He adds that bondholders need to take some pain, and echoes Mr. Stiglitz’s proposal to make the bondholders convert their debt to equity. A month ago, nobody was talking about this. Now it has become the idea du jour.
Nancy A. Bush, a longtime bank analyst, says that the Troubled Asset Relief Program is “the most destructive thing I have ever seen. The government has ensured mediocrity in the banking industry. It has done enormous damage in the eyes of investors, who are no longer sure that a bank is a safe investment anymore.” She calls it the TARP Trap.
Just then, the moderator takes the stage to announce that Chrysler has filed for bankruptcy. So much for optimism.

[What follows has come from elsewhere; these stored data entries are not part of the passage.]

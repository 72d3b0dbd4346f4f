"""Planning a fleet: every station's plan as `plan` makes it, planned together where
pooled contracts or a shared car set tie stations.

1. Each station is loaded (`workbook.load_fleet`), its futures sampled and its guard
   set as `pipeline.run_plan` does.
2. Stations are grouped by what ties them (a pooled contract both have a row of, a
   shared train set both name).  A station that nothing ties is planned alone, exactly
   as `reagentplan plan` plans it (`pipeline.plan_with_futures`), so fleet planning is
   never a worse way to plan one station.
3. A group is planned as one model (`solve.solve_joint`): every station's own model
   with its rows of pooled contracts and shared sets giving way to the pooled rows.
   The baseline is the desk's hand split (`split.hand_scenario`) with each station's
   reorder-point rule on its share; it is the warm start, and, as for one station, the
   plan gives way to it when it prices dearer (and, guarded, breaks more limits).
4. Every plan is priced by `schedule.evaluate` at its own balance; the pooled
   shortfalls are priced once for the fleet (`pool_accounts`), the same way for the
   plan and the baseline.

Stations of quarries of different CaCO3 are planned with the silo linearised where the
joint linear programme's recursion settles (`solve.settle_silos`, as
`schedule.plan._plan_the_silo` starts a station's), one whole-load joint solve there, and
every plan replayed exactly.  Then the byproducts of every station are planned again,
jointly, at the stone chosen (`_byproducts_at_stone`: supply pinned, sale lanes closed on
the days a station's gypsum fails a buyer's purity), and that plan is kept when the
fleet's cost is not higher, so no shipment rests on the linearisation.
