"""The record's database: migrations on SQLite and a real PostgreSQL server, the
SQLite settings, an older schema upgraded with its data, and clear refusals."""

from __future__ import annotations

import datetime as dt

import sqlalchemy as sa

from reagentplan.cli import main
from reagentplan.record.db import connect, current_revision, head_revision, upgrade
from reagentplan.record.models import Base


def test_upgrade_from_empty_matches_models(db_url):
    engine = connect(db_url)
    assert current_revision(engine) is None
    before, after = upgrade(engine)
    assert (before, after) == (None, head_revision())
    from alembic.autogenerate import compare_metadata
    from alembic.migration import MigrationContext

    with engine.connect() as conn:
        diffs = compare_metadata(MigrationContext.configure(conn), Base.metadata)
    assert diffs == []  # the migrations build exactly the models' schema
    engine.dispose()


def test_sqlite_pragmas(tmp_path):
    engine = connect(f"sqlite:///{tmp_path / 's.db'}")
    with engine.connect() as conn:
        assert conn.exec_driver_sql("PRAGMA journal_mode").scalar() == "wal"
        assert conn.exec_driver_sql("PRAGMA foreign_keys").scalar() == 1
        assert conn.exec_driver_sql("PRAGMA busy_timeout").scalar() >= 1000
    engine.dispose()


def test_older_schema_upgraded_with_data_intact(db_url):
    """A database at revision 0001 (facts only) gains the plan tables; its facts stay."""
    engine = connect(db_url)
    upgrade(engine, "0001")
    with engine.begin() as conn:
        conn.execute(sa.text(
            "INSERT INTO imports (id, file_name, file_sha256, recorded_at, recorded_by, added, replaced) "
            "VALUES (1, 'old.xlsx', 'x', :t, 'someone', 1, 0)"), {"t": dt.datetime(2030, 1, 2)})
        conn.execute(sa.text(
            "INSERT INTO stock_surveys (date, store, level_t, method, import_id) "
            "VALUES (:d, 'limestone', 1234.5, 'survey', 1)"), {"d": dt.date(2030, 1, 1)})
    assert current_revision(engine) == "0001"
    assert not sa.inspect(engine).has_table("plan_versions")
    assert main(["db", "upgrade", "--db", db_url]) == 0
    assert current_revision(engine) == head_revision()
    assert sa.inspect(engine).has_table("plan_versions")
    with engine.connect() as conn:
        row = conn.execute(sa.text("SELECT date, store, level_t FROM stock_surveys")).one()
    assert (str(row[0])[:10], row[1], row[2]) == ("2030-01-01", "limestone", 1234.5)
    engine.dispose()


def test_unreachable_database_is_a_clear_refusal(tmp_path, capsys):
    assert main(["db", "upgrade", "--db", f"sqlite:///{tmp_path / 'no' / 'such' / 'x.db'}"]) == 2
    err = capsys.readouterr().err
    assert "does not exist" in err and "Traceback" not in err
    assert main(["db", "upgrade", "--db", "postgresql+psycopg://nobody@127.0.0.1:1/none"]) == 2
    err = capsys.readouterr().err
    assert "could not be opened" in err and "Traceback" not in err


def test_no_database_given(monkeypatch, capsys):
    monkeypatch.delenv("REAGENTPLAN_DB", raising=False)
    assert main(["db", "upgrade"]) == 2
    assert "REAGENTPLAN_DB" in capsys.readouterr().err


def test_shipped_old_schema_file_is_upgraded_and_used(tmp_path, capsys):
    """tests/fixtures/record_rev0001.db was made by schema revision 0001 (facts only):
    `db upgrade` adds the plan tables, keeps its facts, and the record plans from them."""
    import shutil
    from pathlib import Path

    from record_data import scenario_path

    db = tmp_path / "old.db"
    shutil.copy(Path(__file__).with_name("fixtures") / "record_rev0001.db", db)
    url = f"sqlite:///{db}"
    engine = connect(url)
    assert current_revision(engine) == "0001"
    engine.dispose()
    assert main(["record", str(tmp_path / "x.csv"), "--db", url]) == 2  # not upgraded yet
    assert "db upgrade" in capsys.readouterr().err
    assert main(["db", "upgrade", "--db", url]) == 0
    assert f"from revision 0001 to revision {head_revision()}" in capsys.readouterr().out
    engine = connect(url)
    with engine.connect() as conn:
        rows = conn.execute(sa.text("SELECT store, level_t FROM stock_surveys ORDER BY store")).all()
        who = conn.execute(sa.text("SELECT recorded_by FROM imports")).scalar()
    engine.dispose()
    assert [tuple(r) for r in rows] == [("gypsum", 900.0), ("limestone", 2500.0)] and who == "coordinator"
    wb = scenario_path(tmp_path)
    out = tmp_path / "plan"
    assert main(["plan", str(wb), "--db", url, "--as-of", "2030-03-03", "--out", str(out),
                 "--futures", "0"]) in (0, 1)
    import json

    summary = json.loads((out / "summary.json").read_text())
    assert summary["opening_stock"]["limestone"]["survey_date"] == "2030-02-25"
    assert summary["plan_id"] == 1
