def test_same_seed_same_figures(rehearsal):
    path, res = rehearsal
    from reagentplan.forecast import sample_futures
    from reagentplan.rehearse import policy_figures, rehearse_policy, worlds_from_futures

    sc = load_scenario(path)
    world = worlds_from_futures(sample_futures(sc, FUTURES, seed=3, keep=("limestone_t", "gypsum_wet_t",
                                                                         "fly_ash_t", "bottom_ash_t")),
                                sc.storage)[1]
    from reagentplan.rehearse.guard import GuardFutures

    run = rehearse_policy(path, sc, world, "plan", weeks=WEEKS, disturbances=ROUGH, seed=3,
                          lookahead_days=LOOKAHEAD, settings=QUICK,
                          guard=GuardFutures.sample(sc, QUICK.futures, 3))
    again = policy_figures(sc, run)
    first = res.table[(res.table["policy"] == "plan") & (res.table["future"] == 1)].iloc[0].to_dict()
    for k, v in again.items():
        if k != "plan_seconds":
            assert first[k] == v, k


def test_cli_writes_files_and_names_bad_sheet(tmp_path, capsys):
    s = _sheets()
    s["rehearsal"] = [["key", "value"], ["late_train_chance_pct", 40], ["survey_eror_pct", 2]]
    bad = write_workbook(s, tmp_path / "bad.xlsx")
    out = tmp_path / "out"
    assert main(["rehearse", str(bad), "--out", str(out), "--weeks", "1", "--futures", "1",
                 "--lookahead-days", "21"]) == 2
    err = capsys.readouterr().err
    assert "sheet 'rehearsal', row 3, column 'key'" in err and "did you mean 'survey_error_pct'" in err
    assert not out.exists()
    s["rehearsal"] = [["key", "value"], ["late_train_chance_pct", 40], ["survey_error_pct", 2]]
    good = write_workbook(s, tmp_path / "good.xlsx")
    assert main(["rehearse", str(good), "--out", str(out), "--weeks", "30", "--futures", "1",
                 "--late-chance", "120"]) == 2
    err = capsys.readouterr().err
    assert "option '--weeks'" in err and "option '--late-chance': found 120 %" in err
    assert not out.exists()
    assert main(["rehearse", str(good), "--out", str(out), "--weeks", "1", "--futures", "1",
                 "--lookahead-days", "21", "--workers", "0", "--risk-level", "60"]) == 2
    err = capsys.readouterr().err
    assert "option '--workers': found 0" in err and "option '--risk-level': found 60 %" in err
    assert not out.exists()
    assert main(["rehearse", str(good), "--out", str(out), "--weeks", "1", "--futures", "1",
                 "--lookahead-days", "21", "--partial-chance", "0"]) == 0
    table = pd.read_csv(out / "rehearsal.csv")
    assert set(table["policy"]) == {"plan", "baseline"}
    for c in ("realised_cost", "cost_stone", "cost_freight", "cost_sales", "cost_landfill",
              "cost_stone_missing", "cost_overflow", "days_under_safety", "stockout_days", "overflow_days",
              "nervousness"):
        assert c in table.columns
    wb = openpyxl.load_workbook(out / "rehearsal.xlsx")
    assert wb["chart"]._charts, "the chart comparing the two policies"
    import json

    meta = json.loads((out / "rehearsal.json").read_text())
    assert meta["settings"]["late_chance"] == pytest.approx(0.4)
    assert meta["settings"]["survey_sd"] == pytest.approx(0.02)
    assert meta["settings"]["partial_chance"] == 0
    assert meta["settings"]["risk_level"] == pytest.approx(0.01) and meta["settings"]["plan_futures"] == 50
    assert dt.date.fromisoformat(meta["settings"]["start_date"]) == dt.date(2030, 3, 4)
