"""The scheduler: optimised deliveries, store levels and haul-outs, and the
reorder-point baseline they are compared with."""

from .plan import PlanResult, guard_margins, make_plan

__all__ = ["PlanResult", "guard_margins", "make_plan"]
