"""Limestone quality: from the stone's CaCO3 to the tonnes the scrubber needs and to the
gypsum's purity, and the well-mixed silo that carries the quality from the deliveries to
the scrubber."""

from __future__ import annotations

import numpy as np
import pytest
from hypothesis import given, settings
from hypothesis import strategies as st
from molmass import Formula

from reagentplan.balance import (caco3_for_so2_t, gypsum_solids_t, limestone_for_so2_t,
                                 silo_replay, stone_for_caco3_t)


def M(formula: str) -> float:
    """Molar mass [g/mol] from IUPAC standard atomic weights, through `molmass` (an
    independent library: the code under test uses `periodictable`)."""
    return Formula(formula).mass


def test_worked_example_stone_and_gypsum():
    """1,000 t of SO2 removed at Ca/S 1.03 (IUPAC molar masses, via molmass):

    - SO2 removed: 1,000 t / 64.064 t/Mmol = 15.6094 Mmol.
    - CaCO3 fed: 15.6094 × 1.03 × 100.086 t/Mmol = 1,609.1 t.
    - Stone: 1,609.1 / 0.96 = 1,676.2 t of 96 % stone; 1,609.1 / 0.90 = 1,787.9 t of 90 %.
    - Gypsum at 99 % oxidation, no fly ash in the cake:
      CaSO4·2H2O 15.6094 × 0.99 × 172.17 = 2,660.6 t; CaSO3·½H2O 15.6094 × 0.01 × 129.15
      = 20.2 t; unreacted CaCO3 15.6094 × 0.03 × 100.086 = 46.9 t; stone inerts
      1,676.2 − 1,609.1 = 67.0 t (96 %) or 1,787.9 − 1,609.1 = 178.8 t (90 %).
    - Dry cake 2,794.7 t, purity 2,660.6 / 2,794.7 = 95.2 % with the 96 % stone;
      2,906.4 t, purity 91.5 % with the 90 % stone: under a board plant's 94 % limit
      (94-95 % wallboard purity: common practice, no source).
    """
    so2 = 1000.0
    mol = so2 / M("SO2")
    assert mol == pytest.approx(15.6094, rel=1e-4)
    caco3 = mol * 1.03 * M("CaCO3")
    assert caco3 == pytest.approx(1609.1, abs=0.1)
    assert caco3_for_so2_t(so2, 1.03) == pytest.approx(caco3, rel=2e-4)
    for purity, stone_expected, inerts_expected, cake_purity in ((0.96, 1676.2, 67.0, 95.20),
                                                                  (0.90, 1787.9, 178.8, 91.54)):
        stone = limestone_for_so2_t(so2, 1.03, purity)
        assert stone == pytest.approx(stone_expected, abs=0.3)
        assert stone_for_caco3_t(caco3, purity) == pytest.approx(stone, rel=2e-4)
        gyp, sulfite, unreacted, inerts, fly = gypsum_solids_t(so2, 0.99, 1.03, stone, purity, 0.0)
        assert gyp == pytest.approx(mol * 0.99 * M("CaSO4(H2O)2"), rel=2e-4)
        assert gyp == pytest.approx(2660.6, abs=0.6)
        assert sulfite == pytest.approx(mol * 0.01 * (M("CaSO3") + M("H2O") / 2), rel=2e-4)
        assert sulfite == pytest.approx(20.2, abs=0.05)
        assert unreacted == pytest.approx(46.9, abs=0.05)
        assert inerts == pytest.approx(inerts_expected, abs=0.1)
        dry = gyp + sulfite + unreacted + inerts + fly
        assert 100 * gyp / dry == pytest.approx(cake_purity, abs=0.01)


@settings(max_examples=60, deadline=None)
@given(so2=st.floats(1, 5000), ca_s=st.floats(1.0, 1.2), low=st.floats(0.6, 0.99),
       rise=st.floats(0.001, 0.3))
def test_more_caco3_never_needs_more_stone_or_lowers_purity(so2, ca_s, low, rise):
    """Raising the stone's CaCO3 never raises the tonnes needed, nor lowers the purity."""
    high = min(low + rise, 1.0)
    a, b = limestone_for_so2_t(so2, ca_s, low), limestone_for_so2_t(so2, ca_s, high)
    assert b <= a + 1e-9
    pa = gypsum_solids_t(so2, 0.99, ca_s, a, low, 1.0)
    pb = gypsum_solids_t(so2, 0.99, ca_s, b, high, 1.0)
    assert pb[0] / sum(pb) >= pa[0] / sum(pa) - 1e-12


def _hand_mix(initial_t, initial_c, arrivals, need):
    """A second, plainer replay: CaCO3 and other tonnes tracked separately; deliveries
    first, then the day's CaCO3 drawn in the silo's own proportion."""
    caco3, other = initial_t * initial_c, initial_t * (1 - initial_c)
    out = []
    for (t, c), n in zip(arrivals, need):
        caco3 += t * c
        other += t * (1 - c)
        share = caco3 / (caco3 + other)
        drawn = n / share
        caco3 -= n
        other -= drawn - n
        out.append((caco3 + other, share, drawn))
    return out


def test_silo_mix_of_two_stones_by_hand():
    """10,000 t at 96 % in the silo; 5,000 t of 90 % stone arrives on day 1 (of 0-2);
    1,000 t of CaCO3 needed a day.  Day 0: 1,000 / 0.96 = 1,041.7 t drawn, 8,958.3 t left
    at 96 %.  Day 1: 8,958.3 t × 0.96 + 5,000 × 0.90 = 13,100 t CaCO3 in 13,958.3 t:
    93.85 %; 1,065.5 t drawn."""
    need = np.array([1000.0, 1000.0, 1000.0])
    arr = np.array([0.0, 5000.0, 0.0])
    comp = np.stack([arr * 0.90, arr * 0.0], axis=1)
    r = silo_replay(10000.0, [0.96, 0.0], arr, comp, need)
    assert r["stone_t"][0] == pytest.approx(1041.67, abs=0.01)
    assert r["frac"][1, 0] == pytest.approx(13100.0 / 13958.33, rel=2e-4)
    assert r["stone_t"][1] == pytest.approx(1000 / (13100.0 / 13958.33), rel=1e-6)
    assert r["frac"][2, 0] == pytest.approx(r["frac"][1, 0])  # drawing does not change the mix
    hand = _hand_mix(10000.0, 0.96, [(0, 0.9), (5000, 0.9), (0, 0.9)], need)
    for d, (level, share, drawn) in enumerate(hand):
        assert r["level_t"][d] == pytest.approx(level, rel=1e-9)
        assert r["frac"][d, 0] == pytest.approx(share, rel=1e-9)
        assert r["stone_t"][d] == pytest.approx(drawn, rel=1e-9)


@settings(max_examples=60, deadline=None)
@given(data=st.data())
def test_silo_replay_matches_a_plain_replay_and_conserves_caco3(data):
    n = data.draw(st.integers(3, 30))
    init = data.draw(st.floats(2000, 20000))
    c0 = data.draw(st.floats(0.8, 0.99))
    need = np.array(data.draw(st.lists(st.floats(10, 300), min_size=n, max_size=n)))
    tons = np.array(data.draw(st.lists(st.sampled_from([0.0, 0.0, 500.0, 2000.0]), min_size=n, max_size=n)))
    quality = np.array(data.draw(st.lists(st.floats(0.75, 0.99), min_size=n, max_size=n)))
    r = silo_replay(init, [c0], tons, (tons * quality)[:, None], need)
    hand = _hand_mix(init, c0, list(zip(tons, quality)), need)
    assert np.allclose(r["level_t"], [h[0] for h in hand], rtol=1e-9)
    assert np.allclose(r["frac"][:, 0], [h[1] for h in hand], rtol=1e-9)
    # CaCO3 in = CaCO3 drawn + CaCO3 left
    left = r["level_t"][-1] * r["frac"][-1, 0]
    assert init * c0 + (tons * quality).sum() == pytest.approx(need.sum() + left, rel=1e-9)


@settings(max_examples=60, deadline=None)
@given(data=st.data())
def test_single_stone_silo_is_the_plain_balance(data):
    """With one stone (initial stock and every delivery alike) the silo feeds that stone
    every day: the stone drawn is the balance's limestone at that CaCO3."""
    n = data.draw(st.integers(2, 20))
    c = data.draw(st.floats(0.7, 1.0))
    need = np.array(data.draw(st.lists(st.floats(1, 200), min_size=n, max_size=n)))
    tons = np.array(data.draw(st.lists(st.sampled_from([0.0, 1000.0]), min_size=n, max_size=n)))
    r = silo_replay(5000.0, [c], tons, (tons * c)[:, None], need)
    assert np.allclose(r["frac"][:, 0], c)
    assert np.allclose(r["stone_t"], need / c)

Next panel: Robert A. Eisenbeis of Cumberland Advisors gives a talk titled “Are things really that bad?” His answer is, no. “We are far from the Great Depression,” he declares, and he has the charts to prove it. When measures like gross domestic product and corporate profits are charted against other recessions, this one looks pretty bad. But when they are charted against the Great Depression, they look like a piffle. In the depths of the Depression, for instance, G.D.P. dropped by a staggering 50 percent, compared with the current drop of 2 percent or so. “The people who are fear-mongering are not looking at the data,” Mr. Eisenbeis concludes.
He is followed by a funny, fast-talking woman named Diane Swonk, the chief economist at Mesirow Financial. “We’ve gone from a sense of free fall in the fourth quarter of 2008 to a point where we have pulled the ripcord and the parachute has opened. But we don’t know where we are going to land, or whether it is going to be in enemy territory,” she says. “There are three areas where consumer spending has increased,” she remarks at another point. “Guns. Condoms. And alcohol.” In between jokes, she says the deleveraging of America is going to be a painful process.
Finally, the former St. Louis Federal Reserve president William Poole, now a senior fellow at the Cato Institute, gives a keynote speech arguing “too big too fail” is a concept that has done enormous harm. He wants to see some market discipline imposed on the banks — so that if they mess up again, we won’t have to come to their rescue. Who can disagree?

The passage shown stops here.